%%

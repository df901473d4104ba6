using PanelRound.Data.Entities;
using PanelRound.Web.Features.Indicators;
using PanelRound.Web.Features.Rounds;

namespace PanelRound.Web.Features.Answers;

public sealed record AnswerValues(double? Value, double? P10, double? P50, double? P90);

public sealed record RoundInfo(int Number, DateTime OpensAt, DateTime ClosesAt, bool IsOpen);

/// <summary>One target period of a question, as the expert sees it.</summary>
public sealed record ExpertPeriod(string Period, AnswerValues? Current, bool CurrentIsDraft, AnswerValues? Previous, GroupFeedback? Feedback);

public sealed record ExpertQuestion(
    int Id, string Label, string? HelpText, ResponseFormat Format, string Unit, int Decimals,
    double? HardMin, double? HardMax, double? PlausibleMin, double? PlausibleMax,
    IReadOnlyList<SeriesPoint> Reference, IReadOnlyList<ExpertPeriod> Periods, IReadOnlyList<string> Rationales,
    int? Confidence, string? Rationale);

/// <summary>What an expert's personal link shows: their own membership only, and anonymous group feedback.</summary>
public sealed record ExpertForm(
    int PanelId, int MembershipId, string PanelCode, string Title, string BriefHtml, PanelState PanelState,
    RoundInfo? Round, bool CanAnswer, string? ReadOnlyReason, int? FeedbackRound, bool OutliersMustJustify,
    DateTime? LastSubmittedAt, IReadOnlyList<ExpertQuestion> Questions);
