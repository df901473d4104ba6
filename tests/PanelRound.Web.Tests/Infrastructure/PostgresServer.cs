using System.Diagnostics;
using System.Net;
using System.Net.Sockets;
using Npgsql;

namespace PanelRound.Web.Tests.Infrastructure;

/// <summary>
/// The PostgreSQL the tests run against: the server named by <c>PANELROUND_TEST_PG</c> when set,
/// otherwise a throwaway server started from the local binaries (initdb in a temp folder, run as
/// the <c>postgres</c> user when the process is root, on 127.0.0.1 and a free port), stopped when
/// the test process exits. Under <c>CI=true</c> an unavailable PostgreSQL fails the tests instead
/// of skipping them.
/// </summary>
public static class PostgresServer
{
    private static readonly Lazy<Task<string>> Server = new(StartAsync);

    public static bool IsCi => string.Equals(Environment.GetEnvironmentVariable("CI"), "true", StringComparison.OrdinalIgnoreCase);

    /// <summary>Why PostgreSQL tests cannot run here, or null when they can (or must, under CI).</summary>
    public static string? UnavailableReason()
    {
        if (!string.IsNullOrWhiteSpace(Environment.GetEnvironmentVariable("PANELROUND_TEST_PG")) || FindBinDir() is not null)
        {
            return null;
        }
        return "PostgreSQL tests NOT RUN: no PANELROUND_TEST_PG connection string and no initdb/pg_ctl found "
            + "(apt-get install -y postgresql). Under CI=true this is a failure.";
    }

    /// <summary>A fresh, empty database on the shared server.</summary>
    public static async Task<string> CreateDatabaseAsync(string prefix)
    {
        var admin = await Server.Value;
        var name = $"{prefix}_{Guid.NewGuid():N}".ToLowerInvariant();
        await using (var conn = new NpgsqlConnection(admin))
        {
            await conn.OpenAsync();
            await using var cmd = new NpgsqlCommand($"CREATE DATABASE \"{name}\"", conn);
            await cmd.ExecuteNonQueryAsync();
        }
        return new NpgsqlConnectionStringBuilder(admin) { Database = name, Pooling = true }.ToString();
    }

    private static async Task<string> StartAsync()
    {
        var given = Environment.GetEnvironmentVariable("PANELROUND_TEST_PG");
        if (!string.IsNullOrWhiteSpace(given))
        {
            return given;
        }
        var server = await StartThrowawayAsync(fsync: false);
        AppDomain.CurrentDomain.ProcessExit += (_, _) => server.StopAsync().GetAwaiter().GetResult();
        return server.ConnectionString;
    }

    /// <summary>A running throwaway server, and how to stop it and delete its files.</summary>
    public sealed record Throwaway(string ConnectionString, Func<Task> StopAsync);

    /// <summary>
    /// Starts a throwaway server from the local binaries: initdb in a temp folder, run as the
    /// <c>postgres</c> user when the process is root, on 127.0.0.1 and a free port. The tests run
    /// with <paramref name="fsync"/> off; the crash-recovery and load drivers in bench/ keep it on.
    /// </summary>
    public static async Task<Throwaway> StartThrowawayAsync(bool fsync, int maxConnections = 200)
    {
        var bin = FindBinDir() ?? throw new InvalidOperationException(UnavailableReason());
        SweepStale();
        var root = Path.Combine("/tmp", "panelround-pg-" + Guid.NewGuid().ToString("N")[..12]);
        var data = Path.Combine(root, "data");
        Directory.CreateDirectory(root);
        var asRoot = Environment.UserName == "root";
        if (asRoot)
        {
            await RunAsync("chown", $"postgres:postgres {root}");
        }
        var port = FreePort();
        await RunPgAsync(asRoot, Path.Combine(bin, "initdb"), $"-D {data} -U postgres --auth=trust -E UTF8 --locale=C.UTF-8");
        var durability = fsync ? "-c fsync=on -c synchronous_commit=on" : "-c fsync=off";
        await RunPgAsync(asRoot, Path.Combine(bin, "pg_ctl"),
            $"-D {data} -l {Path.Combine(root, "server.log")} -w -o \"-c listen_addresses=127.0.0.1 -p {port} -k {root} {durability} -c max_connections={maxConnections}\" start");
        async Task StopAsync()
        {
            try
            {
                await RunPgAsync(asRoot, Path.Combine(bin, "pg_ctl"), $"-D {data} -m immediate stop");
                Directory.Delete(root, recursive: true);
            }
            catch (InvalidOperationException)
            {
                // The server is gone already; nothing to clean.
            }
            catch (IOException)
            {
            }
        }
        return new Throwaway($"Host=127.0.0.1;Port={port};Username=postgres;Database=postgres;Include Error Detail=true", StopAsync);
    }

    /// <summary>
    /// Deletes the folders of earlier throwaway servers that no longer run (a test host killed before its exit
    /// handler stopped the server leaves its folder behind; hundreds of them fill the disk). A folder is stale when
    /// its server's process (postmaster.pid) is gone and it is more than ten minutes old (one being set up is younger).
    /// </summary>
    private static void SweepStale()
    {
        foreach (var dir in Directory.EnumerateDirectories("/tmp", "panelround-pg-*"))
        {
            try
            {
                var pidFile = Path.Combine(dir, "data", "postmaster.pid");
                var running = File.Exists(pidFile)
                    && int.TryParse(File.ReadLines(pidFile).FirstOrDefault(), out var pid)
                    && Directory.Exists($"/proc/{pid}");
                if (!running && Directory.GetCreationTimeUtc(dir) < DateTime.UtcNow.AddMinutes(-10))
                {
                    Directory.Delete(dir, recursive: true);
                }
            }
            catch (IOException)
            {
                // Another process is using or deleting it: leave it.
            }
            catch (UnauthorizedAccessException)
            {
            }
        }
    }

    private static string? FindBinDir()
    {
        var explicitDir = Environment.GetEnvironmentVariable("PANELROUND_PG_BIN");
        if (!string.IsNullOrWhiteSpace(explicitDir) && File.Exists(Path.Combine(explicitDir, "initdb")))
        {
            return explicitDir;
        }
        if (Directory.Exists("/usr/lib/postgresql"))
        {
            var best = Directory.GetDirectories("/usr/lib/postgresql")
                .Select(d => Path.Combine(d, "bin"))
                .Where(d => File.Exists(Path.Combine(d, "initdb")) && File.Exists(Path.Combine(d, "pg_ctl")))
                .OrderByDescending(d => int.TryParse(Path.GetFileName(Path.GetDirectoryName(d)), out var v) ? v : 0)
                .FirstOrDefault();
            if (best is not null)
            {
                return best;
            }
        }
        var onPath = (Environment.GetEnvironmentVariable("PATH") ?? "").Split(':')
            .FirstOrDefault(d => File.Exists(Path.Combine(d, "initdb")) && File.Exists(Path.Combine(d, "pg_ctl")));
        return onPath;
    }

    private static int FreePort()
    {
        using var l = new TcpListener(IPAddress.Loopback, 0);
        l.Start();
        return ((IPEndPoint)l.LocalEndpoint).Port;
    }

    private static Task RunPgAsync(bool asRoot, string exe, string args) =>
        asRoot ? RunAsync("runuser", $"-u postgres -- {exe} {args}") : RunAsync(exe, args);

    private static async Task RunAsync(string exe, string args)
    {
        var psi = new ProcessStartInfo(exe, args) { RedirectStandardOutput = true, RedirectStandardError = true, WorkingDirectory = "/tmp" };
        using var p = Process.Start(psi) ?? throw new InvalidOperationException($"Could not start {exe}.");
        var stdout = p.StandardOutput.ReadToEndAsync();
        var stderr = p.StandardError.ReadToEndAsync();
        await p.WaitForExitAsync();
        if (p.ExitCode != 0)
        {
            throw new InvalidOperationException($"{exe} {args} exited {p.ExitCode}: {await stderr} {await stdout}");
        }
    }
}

%%

== TASK BRIEF ==
Copy each line of the preceding material that contains "postmaster".

== RESULT ==
    /// its server's process (postmaster.pid) is gone and it is more than ten minutes old (one being set up is younger).
                var pidFile = Path.Combine(dir, "data", "postmaster.pid");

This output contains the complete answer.